You might think having this many is overkill, and you aren’t entirely wrong. Not all forms of data warrant a defense-in-depth system, but crucial assets such as email messages do. More importantly, as humans are regarded as the “weakest link” in any cybersecurity system, the layers serve as redundancies in case an employee unwittingly lets an intruder through.

A defense-in-depth system can be further enhanced with zero-trust principles. Exactly as the term suggests, zero-trust principles assume that no individual or group within or outside the business’s office or network should be entrusted with its data. No matter how many times an individual has accessed the data, a zero-trust architecture will keep asking for verification.

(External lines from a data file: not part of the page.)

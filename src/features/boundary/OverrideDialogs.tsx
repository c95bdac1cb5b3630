import { useId, useState } from "react";
import {
  BOUNDARY_OUTCOMES,
  outcomeOverrideCreateSchema,
  outcomeOverrideRevokeSchema,
  type BoundaryOutcomeName,
  type OutcomeTaxon,
} from "@shared/schemas/outcomes";
import { ConfirmDialog } from "../../components/ConfirmDialog";
import { TextArea } from "../../components/TextField";
import { useToast } from "../../components/Toast";
import { ApiError } from "../../lib/api";
import { formLevelMessage, issuesToFieldErrors, type FieldErrors } from "../../lib/forms";
import { useCreateOverride, useRevokeOverride } from "./api";
import { formatMa } from "../../components/timescale/ages";
import { OUTCOME_LABEL } from "./words";

const OUTCOME_HELP: Record<BoundaryOutcomeName, string> = {
  survivor: "It lived on past the boundary.",
  victim: "It died out at the boundary.",
  excluded: "Leave it out: it cannot tell survival from loss here.",
};

function serverFieldErrors(error: unknown): FieldErrors {
  return error instanceof ApiError ? error.fields : {};
}

/** Set one taxon's outcome by hand, with a reason; recorded as a coding decision. */
export function SetOutcomeDialog({ studyId, taxon, boundary, onClose }: { studyId: string; taxon: OutcomeTaxon; boundary: number; onClose: () => void }) {
  const create = useCreateOverride(studyId);
  const toast = useToast();
  const groupName = useId();
  const [outcome, setOutcome] = useState<BoundaryOutcomeName>(taxon.outcome);
  const [scope, setScope] = useState<"this" | "every">(taxon.override?.boundaryMa === null ? "every" : "this");
  const [reason, setReason] = useState("");
  const [errors, setErrors] = useState<FieldErrors>({});

  const submit = () => {
    const parsed = outcomeOverrideCreateSchema.safeParse({ taxonId: taxon.taxonId, outcome, boundaryMa: scope === "this" ? boundary : null, reason });
    if (!parsed.success) {
      setErrors(issuesToFieldErrors(parsed.error));
      return;
    }
    setErrors({});
    create.mutate(parsed.data, {
      onSuccess: () => {
        toast.show(`${taxon.name} is now counted as ${OUTCOME_LABEL[outcome].toLowerCase()}${scope === "this" ? ` at ${formatMa(boundary)}` : " at every boundary"}.`);
        onClose();
      },
      onError: (error) => setErrors(serverFieldErrors(error)),
    });
  };

  return (
    <ConfirmDialog
      open
      tone="primary"
      title={`Set the outcome of ${taxon.name}`}
      confirmLabel="Set outcome"
      busy={create.isPending}
      error={formLevelMessage(create.error)}
      onCancel={onClose}
      onConfirm={submit}
    >
      <p>
        From its range it is <span className="font-semibold">{OUTCOME_LABEL[taxon.computedOutcome].toLowerCase()}</span>. An outcome set by hand is a coding
        decision: it is recorded with your name and reason, and can be revoked.
      </p>
      <fieldset>
        <legend className="text-sm font-medium text-stone-800">Outcome</legend>
        <div className="mt-1.5 space-y-1.5">
          {BOUNDARY_OUTCOMES.map((value) => (
            <label key={value} className="flex cursor-pointer items-start gap-2.5 rounded-md px-1 py-0.5 hover:bg-stone-50">
              <input
                type="radio"
                name={`${groupName}-outcome`}
                value={value}
                checked={outcome === value}
                onChange={() => setOutcome(value)}
                className="mt-1 size-4 accent-[#135a51]"
              />
              <span>
                <span className="font-medium text-stone-900">{OUTCOME_LABEL[value]}</span>
                <span className="block text-sm text-stone-600">{OUTCOME_HELP[value]}</span>
              </span>
            </label>
          ))}
        </div>
        {errors.outcome && <p className="mt-1 text-sm font-medium text-red-700">{errors.outcome}</p>}
      </fieldset>
      <fieldset>
        <legend className="text-sm font-medium text-stone-800">Holds for</legend>
        <div className="mt-1.5 space-y-1.5">
          <label className="flex cursor-pointer items-center gap-2.5 px-1">
            <input type="radio" name={`${groupName}-scope`} checked={scope === "this"} onChange={() => setScope("this")} className="size-4 accent-[#135a51]" />
            This boundary only ({formatMa(boundary)})
          </label>
          <label className="flex cursor-pointer items-center gap-2.5 px-1">
            <input type="radio" name={`${groupName}-scope`} checked={scope === "every"} onChange={() => setScope("every")} className="size-4 accent-[#135a51]" />
            Every boundary
          </label>
        </div>
        {errors.boundaryMa && <p className="mt-1 text-sm font-medium text-red-700">{errors.boundaryMa}</p>}
      </fieldset>
      <TextArea
        label="Reason"
        name="reason"
        rows={3}
        value={reason}
        error={errors.reason}
        onChange={(event) => {
          setReason(event.target.value);
          if (errors.reason) setErrors(({ reason: _dropped, ...rest }) => rest);
        }}
        hint="For example: known only from reworked material above the boundary; reappears after a gap."
      />
    </ConfirmDialog>
  );
}

export interface RevokeTarget {
  overrideId: string;
  taxonName: string;
  outcome: BoundaryOutcomeName;
  boundaryMa: number | null;
}

/** Revoke an outcome set by hand, with a reason: the outcome computed from the range applies again. */
export function RevokeOverrideDialog({ studyId, target, onClose }: { studyId: string; target: RevokeTarget; onClose: () => void }) {
  const revoke = useRevokeOverride(studyId);
  const toast = useToast();
  const [reason, setReason] = useState("");
  const [error, setError] = useState<string | undefined>();

  const submit = () => {
    const parsed = outcomeOverrideRevokeSchema.safeParse({ reason });
    if (!parsed.success) {
      setError(issuesToFieldErrors(parsed.error).reason);
      return;
    }
    setError(undefined);
    revoke.mutate(
      { overrideId: target.overrideId, reason: parsed.data.reason },
      {
        onSuccess: () => {
          toast.show(`The outcome set by hand for ${target.taxonName} was revoked.`, "info");
          onClose();
        },
        onError: (err) => setError(serverFieldErrors(err).reason),
      },
    );
  };

  return (
    <ConfirmDialog
      open
      tone="danger"
      title={`Revoke the outcome set for ${target.taxonName}?`}
      confirmLabel="Revoke"
      busy={revoke.isPending}
      error={formLevelMessage(revoke.error)}
      onCancel={onClose}
      onConfirm={submit}
    >
      <p>
        It was set to <span className="font-semibold">{OUTCOME_LABEL[target.outcome].toLowerCase()}</span>{" "}
        {target.boundaryMa === null ? "for every boundary" : `for the boundary at ${formatMa(target.boundaryMa)}`}. Once revoked, the outcome computed from the
        range applies again. The override stays in the record as revoked.
      </p>
      <TextArea
        label="Reason"
        name="reason"
        rows={3}
        value={reason}
        error={error}
        onChange={(event) => {
          setReason(event.target.value);
          setError(undefined);
        }}
        hint="For example: the range was corrected in the trait table."
      />
    </ConfirmDialog>
  );
}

Experts have urged private and public institutions to implement a zero-trust architecture in their networks, especially in their emails. Current security solutions, such as pattern matching, have struggled to catch up with evolving BEC attacks as perpetrators have gotten better at crafting their messages to look like the real deal.

The industry has developed at least four types of email security protocols since 2014, though many businesses have yet to integrate any one of them into their networks. These include:

• Sender Policy Framework (SPF) – determines if the sender sent the email from an authorized IP address or mail server
• Domain Keys Identified Mail (DKIM) – attaches a digital signature produced and validated by the mail server to vouch for the email’s legitimacy; ideal for forwarding
• Domain-Based Message Authentication Reporting and Conformance (DMARC) – verifies an email through domain records verified by SPF and DKIM
• Brand Identifiers for Message Identification (BIMI) – brands an email that passes SPF, DKIM, and DMARC checks in the form of a logo

As explained here, it’s impossible to employ one of these protocols because they work together. There are other protocols in use, but industry experts agree that these four are the closest to a zero-trust architecture for email security. If you have other ideas for a zero-trust architecture, the important thing is always to remember to trust no one, not even yourself.

Conclusion

Email continues to be a widely-used medium for communication amid the rise of alternatives such as chat. Data from Statista projects a modest upward trend for the number of email users worldwide, reaching nearly 4.6 billion by 2025. If another technology out there is set to replace email, it may take a generation or two to do so.

However, for cybercriminals, the increase in usage also means an increase in potential victims. As long as email remains relevant moving forward, they’ll keep sending disguised messages to con businesses out of their money. Companies should pay attention to their emails and safeguard them as much as their resources allow.